The last option is Curlopt_useragent, which allows you to customize the client name of the request, such as Webspilder or IE6.0. The sample code is as follows:
Create a new Curl resource
$ch = Curl_init ();
Set URL and other appropriate options
curl_setopt ($ch, Curlopt_url, "http://www.useragent.org/");
curl_setopt ($ch, curlopt_useragent, ' My custom Web spider/0.1′ ');
curl_setopt ($ch, curlopt_followlocation, true);
Grab URL, and print
Curl_exec ($ch);
?>
(View Live Demo)
Now that we've covered one of the most interesting parameters, let's introduce a curl_getinfo () function to see what it can do for us.
Get information about a page:
The function Curl_getinfo () allows us to get various information on the receiving page, you can edit this information by setting the second parameter of the option, you can also pass in the form of an array. Just like the following example:
Create a new Curl resource
$ch = Curl_init ();
Set URL and other appropriate options
curl_setopt ($ch, Curlopt_url, "http://www.google.com");
curl_setopt ($ch, curlopt_followlocation, true);
curl_setopt ($ch, Curlopt_returntransfer, true);
curl_setopt ($ch, Curlopt_filetime, true);
Grab URL
$output = curl_exec ($ch);
Print Info
Echo '
’;
Print_r (Curl_getinfo ($ch));
Echo '
’;
?>
(View Live Demo)
Most of the information returned is the request itself, like this: The time spent on this request, the header file information returned, and of course some page information, such as the size of the page content, the last modified time.

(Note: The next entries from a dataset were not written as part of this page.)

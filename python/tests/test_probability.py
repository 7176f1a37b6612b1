"""strewn.probability against independent references: scipy.stats.multivariate_normal.cdf on
rectangles, scipy.special.owens_t on wedges, published closed forms on disks and ring sectors."""
import math

import numpy as np
import pytest
from scipy import special, stats

import strewn


def rectangle_probability_scipy(mean, cov, lo, hi):
    """P(lo <= X <= hi) by scipy's multivariate normal CDF with a lower limit (Genz's
    algorithm; abseps and releps pushed to 1e-14)."""
    return stats.multivariate_normal.cdf(hi, mean, cov, lower_limit=lo, abseps=1e-14, releps=1e-14)


RECTANGLE_CASES = [
    # mean, covariance (m^2), lower corner, upper corner (m)
    ((0.0, 0.0), [[1.0, 0.0], [0.0, 1.0]], (-1.0, -0.5), (0.7, 2.0)),
    ((0.3, 6.0), [[0.09, 0.03], [0.03, 0.04]], (0.2, 5.8), (1.1, 6.4)),
    ((0.0, 0.0), [[4.0, -1.5], [-1.5, 1.0]], (0.5, 0.5), (3.0, 1.5)),
    ((1.0, -2.0), [[0.25, 0.0], [0.0, 2.25]], (1.5, -1.0), (2.5, 3.0)),
]


@pytest.mark.parametrize("mean,cov,lo,hi", RECTANGLE_CASES)
def test_rectangles_match_scipy_multivariate_normal_cdf(mean, cov, lo, hi):
    # Source: scipy.stats.multivariate_normal.cdf (Genz's bivariate algorithm); its own error is
    # about 1e-15 in two dimensions (measured differences up to 5.6e-16), so 2e-15 absolute is
    # allowed on top of strewn's bound.
    ref = rectangle_probability_scipy(mean, cov, lo, hi)
    model = strewn.Normal(mean, cov)
    centre = ((lo[0] + hi[0]) / 2, (lo[1] + hi[1]) / 2)
    r = strewn.probability(model, strewn.Region.rectangle(centre, hi[0] - lo[0], hi[1] - lo[1]))
    assert r.status == "converged" and r.method == "exact"
    assert abs(r.p - ref) <= r.abs_err + 2e-15, (r.p, ref, r.abs_err)
    assert abs(r.q - (1 - ref)) <= r.q_abs_err + 2e-15
    # The same rectangle as a polygon gives the same probability.
    poly = strewn.Region.polygon([lo, (hi[0], lo[1]), hi, (lo[0], hi[1])])
    assert abs(strewn.probability(model, poly).p - r.p) <= 2 * r.abs_err + 1e-16


@pytest.mark.parametrize("h,a", [(0.5, 0.5), (1.0, 1.0), (2.0, 0.3), (3.0, 2.5), (5.0, 0.8), (8.0, 0.2)])
def test_wedges_match_scipy_owens_t(h, a):
    # Source: Owen (1956): T(h, a) = P(X > h, 0 < Y < a X) for independent standard normals;
    # reference scipy.special.owens_t. The wedge is cut at x = h + 40 (Q(h + 40) < 1e-300).
    far = h + 40.0
    wedge = strewn.Region.polygon([(h, 0.0), (far, 0.0), (far, a * far), (h, a * h)])
    ref = special.owens_t(h, a)
    r = strewn.probability(strewn.Normal((0, 0), np.eye(2)), wedge, rel_tol=1e-10)
    assert r.status == "converged"
    assert abs(r.p - ref) <= r.abs_err + 1e-14 * ref, (r.p, ref, r.abs_err)
    assert r.abs_err <= 1e-10 * ref


def test_wedge_under_a_correlated_spread_matches_owens_t():
    # The same Owen's T wedge pushed through x = m + L z (L lower triangular): the probability is
    # invariant. Source: scipy.special.owens_t(1.5, 0.7).
    L = np.array([[0.3, 0.0], [0.12, 0.2]])
    m = np.array([2.0, 5.0])
    h, a, far = 1.5, 0.7, 41.5
    z = np.array([(h, 0.0), (far, 0.0), (far, a * far), (h, a * h)])
    x = z @ L.T + m
    r = strewn.probability(strewn.Normal(m, L @ L.T), strewn.Region.polygon(x))
    assert abs(r.p - special.owens_t(h, a)) <= r.abs_err + 1e-15


def test_disk_and_ring_sector_closed_forms():
    # Source: Rayleigh distribution: P(r1 <= |Z| <= r2, angle in a sector of width w) =
    # (exp(-r1^2/2) - exp(-r2^2/2)) w / (2 pi) for a standard circular normal (sigma 0.5 here).
    s = 0.5
    model = strewn.Normal.from_axes((1.0, 2.0), s, s, 0.0)
    r = strewn.probability(model, strewn.Region.disk((1.0, 2.0), 0.8))
    assert abs(r.p - (-math.expm1(-0.5 * (0.8 / s) ** 2))) <= r.abs_err + 1e-16
    sector = strewn.Region.ring_sector((1.0, 2.0), 0.3, 1.1, 20.0, 110.0)
    ref = (math.exp(-0.5 * (0.3 / s) ** 2) - math.exp(-0.5 * (1.1 / s) ** 2)) * 90.0 / 360.0
    r = strewn.probability(model, sector)
    assert abs(r.p - ref) <= r.abs_err + 1e-16


def test_spread_factories_follow_their_definitions():
    # Sources: CEP = sigma sqrt(2 ln 2); R95 = sigma sqrt(-2 ln 0.05); fraction p within a:
    # sigma = a / sqrt(-2 ln(1 - p)) (Rayleigh); a disk of radius CEP about the mean holds 1/2.
    assert strewn.Normal.from_cep((0, 0), 1.0).axes[0] == pytest.approx(1 / math.sqrt(2 * math.log(2)), rel=1e-15)
    assert strewn.Normal.from_r95((0, 0), 1.0).axes[0] == pytest.approx(1 / math.sqrt(-2 * math.log(0.05)), rel=1e-15)
    n = strewn.Normal.from_fraction((0, 0), 0.9, 0.5)
    assert n.axes[0] == pytest.approx(0.5 / math.sqrt(-2 * math.log(0.1)), rel=1e-15)
    r = strewn.probability(strewn.Normal.from_cep((3, 4), 0.7), strewn.Region.disk((3, 4), 0.7))
    assert abs(r.p - 0.5) <= r.p_abs_err
    axes = strewn.Normal.from_axes((0, 6), 0.3, 0.18, 80.0)
    assert axes.axes == pytest.approx((0.3, 0.18, 80.0), rel=1e-13)
    np.testing.assert_allclose(axes.mean, [0, 6])


def test_mixture_is_the_weighted_sum():
    # Source: definition of a mixture; each component's bound adds with its weight.
    core = strewn.Normal.from_axes((0, 6), 0.30, 0.18, 80)
    wild = strewn.Normal.from_axes((0, 6), 0.9, 0.9, 0)
    mix = strewn.Mixture([(0.95, core), (0.05, wild)])
    door = strewn.Region.rectangle((1.0, 6.0), 0.9, 2.0)
    a, b, m = (strewn.probability(x, door) for x in (core, wild, mix))
    assert abs(m.p - (0.95 * a.p + 0.05 * b.p)) <= m.abs_err + 0.95 * a.abs_err + 0.05 * b.abs_err
    assert len(mix.components) == 2 and mix.components[0][0] == 0.95


def test_other_methods_agree_within_their_bounds():
    # Source: the exact method (checked above against scipy) as the reference for cubature and
    # Monte Carlo; Monte Carlo's interval is Clopper-Pearson at the stated confidence.
    model = strewn.Normal((0.2, 0.1), [[1.0, 0.3], [0.3, 0.5]])
    region = strewn.Region.polygon([(0, 0), (2, 0.2), (1.5, 1.4), (0.1, 1.0)])
    exact = strewn.probability(model, region)
    cub = strewn.probability(model, region, method="cubature", rel_tol=1e-9)
    assert cub.method == "cubature" and abs(cub.p - exact.p) <= cub.abs_err + exact.abs_err
    mc = strewn.probability(model, region, method="monte_carlo", samples=200_000, seed=7)
    assert mc.method == "monte_carlo" and mc.interval[0] <= exact.p <= mc.interval[1]
    assert exact.interval is None


def test_regions_from_geo_interface_and_wkt():
    # Source: shoelace areas of the squares; a Polygon from any __geo_interface__ object (what
    # shapely gives) equals the same polygon built directly.
    class Shape:
        __geo_interface__ = {"type": "Polygon",
                             "coordinates": [[[0, 0], [4, 0], [4, 3], [0, 3], [0, 0]],
                                             [[1, 1], [1, 2], [2, 2], [2, 1], [1, 1]]]}
    geo = strewn.Region.from_geo(Shape())
    direct = strewn.Region.polygon([(0, 0), (4, 0), (4, 3), (0, 3)], holes=[[(1, 1), (2, 1), (2, 2), (1, 2)]])
    wkt = strewn.Region.from_wkt("POLYGON ((0 0, 4 0, 4 3, 0 3, 0 0), (1 1, 1 2, 2 2, 2 1, 1 1))")
    assert geo.area == direct.area == wkt.area == 11.0
    model = strewn.Normal.from_axes((1.5, 1.5), 1.0, 0.5, 30)
    ps = [strewn.probability(model, r) for r in (geo, direct, wkt, Shape())]
    assert max(r.p for r in ps) - min(r.p for r in ps) <= 2 * max(r.abs_err for r in ps)
    assert strewn.Region.from_geojson(Shape.__geo_interface__).area == 11.0


def test_plugin_shapes_and_boolean_operations():
    # Source: areas: a unit disk is pi; a person footprint is a kind from the plugins; the union
    # of two disjoint disks holds the sum of their probabilities.
    kinds = {k["name"] for k in strewn.shape_kinds()}
    assert {"polygon", "rectangle", "disk", "ellipse", "ring_sector", "doorway", "person"} <= kinds
    person = strewn.shape("person", centre=np.array([2.0, 1.0]))
    assert person.area > 0
    a, b = strewn.Region.disk((0, 0), 1), strewn.Region.disk((3, 0), 1)
    model = strewn.Normal.from_axes((1.5, 0), 1.0, 1.0, 0)
    u = strewn.probability(model, a | b)
    pa, pb = strewn.probability(model, a), strewn.probability(model, b)
    assert abs(u.p - (pa.p + pb.p)) <= u.abs_err + pa.abs_err + pb.abs_err
    assert (a - strewn.Region.disk((0, 0), 0.5)).area == pytest.approx(0.75 * math.pi, rel=1e-5)


def test_region_polygon_is_the_polygon_plugins_region_and_refusals():
    # Region.polygon without holes is built in the module (no JSON round trip); it must give
    # the plugin's region (same probability, bit for bit, and area) and the plugin's refusals.
    poly = [(0.2, 0.1), (1.0, 0.0), (1.5, 0.6), (1.2, 1.3), (0.6, 1.5), (0.0, 1.1), (-0.3, 0.6), (-0.1, 0.3)]
    model = strewn.Normal([0.3, 0.2], [[1.0, 0.3], [0.3, 0.5]])
    for ring in (poly, poly[::-1], poly + [poly[0]]):
        fast, plugin = strewn.Region.polygon(ring), strewn.shape("polygon", outer=ring)
        assert fast.area == plugin.area
        assert strewn.probability(model, fast).p == strewn.probability(model, plugin).p
    for bad in ([(0, 0), (1, 1), (0, 1), (1, 0)], [(0, 0), (1, 0)], [(0, 0), (1, 0), (0, 0)],
                [(0, 0), (1, 0), (2, 0)]):
        with pytest.raises(strewn.InputError) as fast:
            strewn.Region.polygon(bad)
        with pytest.raises(strewn.InputError) as plugin:
            strewn.shape("polygon", outer=bad)
        assert str(fast.value) == str(plugin.value)
    with pytest.raises(strewn.InputError, match="hole 1 lies outside"):
        strewn.Region.polygon([(0, 0), (4, 0), (4, 4), (0, 4)], holes=[[(5, 5), (6, 5), (6, 6)]])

Those are all about the Curl_getinfo () function, now let's look at its actual use.
Actual use:
The first use of the Curl library is to see if a URL page exists, and we can tell by looking at the code returned by this URL, for example, 404 means that the page does not exist, and let's look at some examples:
Create a new Curl resource
$ch = Curl_init ();
Set URL and other appropriate options
curl_setopt ($ch, Curlopt_url, "http://www.google.com/does/not/exist");
curl_setopt ($ch, Curlopt_returntransfer, true);
Grab URL
$output = curl_exec ($ch);
Get Response Code
$response _code = Curl_getinfo ($ch, Curlinfo_http_code);
Not found?
if ($response _code = = ' 404′) {
Echo ' Page doesn\ ' t exist ';
} else {
Echo $output;
}
?>
(View Live Demo)
Other users may be creating an automatic checker to verify that each requested page exists.
We can use the Curl Library to write web spiders like Google (Web spider), or other web spiders. This article is not about how to write a Web spider, so we did not say anything about web spider details, but later in Phpit will introduce the use of curl to construct a web spider.
Conclusion:
In this post I have shown how to use the Curl Library in PHP and most of its options.
For the most basic task, just want to get a webpage, you may not need curl library, but once you want to do anything slightly advanced, you may want to use the Curl Library.
In the near future, I will tell you exactly how to build your own web spider, like Google's web spider, please look forward to phpit.